> Instructions for the task: The records sit below. Return every line in them that holds the word "another".

Stored data entries
== Segment start ==
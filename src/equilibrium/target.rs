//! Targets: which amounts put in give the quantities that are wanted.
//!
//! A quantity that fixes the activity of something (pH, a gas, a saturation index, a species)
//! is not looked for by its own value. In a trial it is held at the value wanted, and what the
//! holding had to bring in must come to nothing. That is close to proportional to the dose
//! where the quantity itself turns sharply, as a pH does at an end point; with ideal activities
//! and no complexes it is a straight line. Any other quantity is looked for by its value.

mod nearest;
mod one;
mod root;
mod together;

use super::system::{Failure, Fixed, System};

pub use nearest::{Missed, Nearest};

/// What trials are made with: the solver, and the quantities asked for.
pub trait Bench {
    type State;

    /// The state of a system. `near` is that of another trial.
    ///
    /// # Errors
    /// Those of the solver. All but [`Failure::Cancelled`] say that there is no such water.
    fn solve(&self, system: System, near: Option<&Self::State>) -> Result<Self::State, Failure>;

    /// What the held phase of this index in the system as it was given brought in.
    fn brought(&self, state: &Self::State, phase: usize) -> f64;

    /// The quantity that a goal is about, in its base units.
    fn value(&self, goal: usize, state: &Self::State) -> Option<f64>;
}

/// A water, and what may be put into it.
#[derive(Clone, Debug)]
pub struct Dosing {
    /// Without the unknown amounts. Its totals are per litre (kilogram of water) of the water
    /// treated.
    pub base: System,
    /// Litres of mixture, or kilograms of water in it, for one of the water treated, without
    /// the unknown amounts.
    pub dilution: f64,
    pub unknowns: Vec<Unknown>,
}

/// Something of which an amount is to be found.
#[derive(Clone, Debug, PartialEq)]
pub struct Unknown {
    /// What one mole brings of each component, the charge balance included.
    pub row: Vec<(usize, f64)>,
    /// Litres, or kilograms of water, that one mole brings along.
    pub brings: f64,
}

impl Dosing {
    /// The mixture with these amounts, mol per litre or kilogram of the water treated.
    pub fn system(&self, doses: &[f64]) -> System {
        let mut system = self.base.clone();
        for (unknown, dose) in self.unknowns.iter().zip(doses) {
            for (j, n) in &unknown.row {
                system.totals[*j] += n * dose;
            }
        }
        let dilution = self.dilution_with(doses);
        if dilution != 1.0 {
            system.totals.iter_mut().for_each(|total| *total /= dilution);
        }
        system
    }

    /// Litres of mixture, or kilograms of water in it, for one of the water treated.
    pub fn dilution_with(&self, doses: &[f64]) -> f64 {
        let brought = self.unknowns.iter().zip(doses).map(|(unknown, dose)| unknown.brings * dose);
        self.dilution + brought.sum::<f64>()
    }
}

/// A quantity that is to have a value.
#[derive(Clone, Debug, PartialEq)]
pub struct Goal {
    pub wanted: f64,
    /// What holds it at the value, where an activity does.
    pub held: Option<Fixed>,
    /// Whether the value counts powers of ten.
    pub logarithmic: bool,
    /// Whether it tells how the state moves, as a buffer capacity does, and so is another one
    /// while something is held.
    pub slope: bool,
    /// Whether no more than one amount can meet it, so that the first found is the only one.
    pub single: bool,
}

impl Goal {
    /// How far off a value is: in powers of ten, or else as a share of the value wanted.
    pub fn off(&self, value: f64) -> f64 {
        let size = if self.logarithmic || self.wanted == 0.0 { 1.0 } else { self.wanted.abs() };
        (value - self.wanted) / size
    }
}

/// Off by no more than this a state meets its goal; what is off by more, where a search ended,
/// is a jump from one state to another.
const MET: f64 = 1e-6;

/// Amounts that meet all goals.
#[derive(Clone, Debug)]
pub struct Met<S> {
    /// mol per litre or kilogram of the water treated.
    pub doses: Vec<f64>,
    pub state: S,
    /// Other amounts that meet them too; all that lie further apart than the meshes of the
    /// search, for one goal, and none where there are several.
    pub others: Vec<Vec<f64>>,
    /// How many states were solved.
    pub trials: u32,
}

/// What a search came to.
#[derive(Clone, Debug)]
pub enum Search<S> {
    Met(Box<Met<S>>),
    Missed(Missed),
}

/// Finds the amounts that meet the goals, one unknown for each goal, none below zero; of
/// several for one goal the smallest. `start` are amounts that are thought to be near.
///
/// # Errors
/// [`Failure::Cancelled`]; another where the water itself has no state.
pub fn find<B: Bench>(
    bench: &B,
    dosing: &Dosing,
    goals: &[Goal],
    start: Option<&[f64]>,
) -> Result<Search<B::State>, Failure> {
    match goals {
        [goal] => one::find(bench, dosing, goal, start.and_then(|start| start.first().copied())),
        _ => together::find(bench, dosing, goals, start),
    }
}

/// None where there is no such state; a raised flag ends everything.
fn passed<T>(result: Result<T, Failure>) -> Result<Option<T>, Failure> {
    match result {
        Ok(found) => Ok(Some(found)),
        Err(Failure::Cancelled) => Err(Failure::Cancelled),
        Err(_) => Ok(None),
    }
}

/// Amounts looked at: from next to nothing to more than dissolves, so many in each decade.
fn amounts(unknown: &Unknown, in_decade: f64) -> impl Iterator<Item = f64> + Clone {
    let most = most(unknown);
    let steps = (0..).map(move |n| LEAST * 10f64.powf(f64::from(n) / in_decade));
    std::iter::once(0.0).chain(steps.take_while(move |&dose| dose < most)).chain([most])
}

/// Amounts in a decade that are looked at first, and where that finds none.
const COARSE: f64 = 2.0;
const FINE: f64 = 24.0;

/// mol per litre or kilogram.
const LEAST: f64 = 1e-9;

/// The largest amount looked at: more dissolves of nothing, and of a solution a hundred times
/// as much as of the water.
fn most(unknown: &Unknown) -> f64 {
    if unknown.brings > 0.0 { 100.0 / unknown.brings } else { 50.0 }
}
== Segment end ==
> Task solution:
    /// The state of a system. `near` is that of another trial.
    /// Whether it tells how the state moves, as a buffer capacity does, and so is another one
/// is a jump from one state to another.
/// [`Failure::Cancelled`]; another where the water itself has no state.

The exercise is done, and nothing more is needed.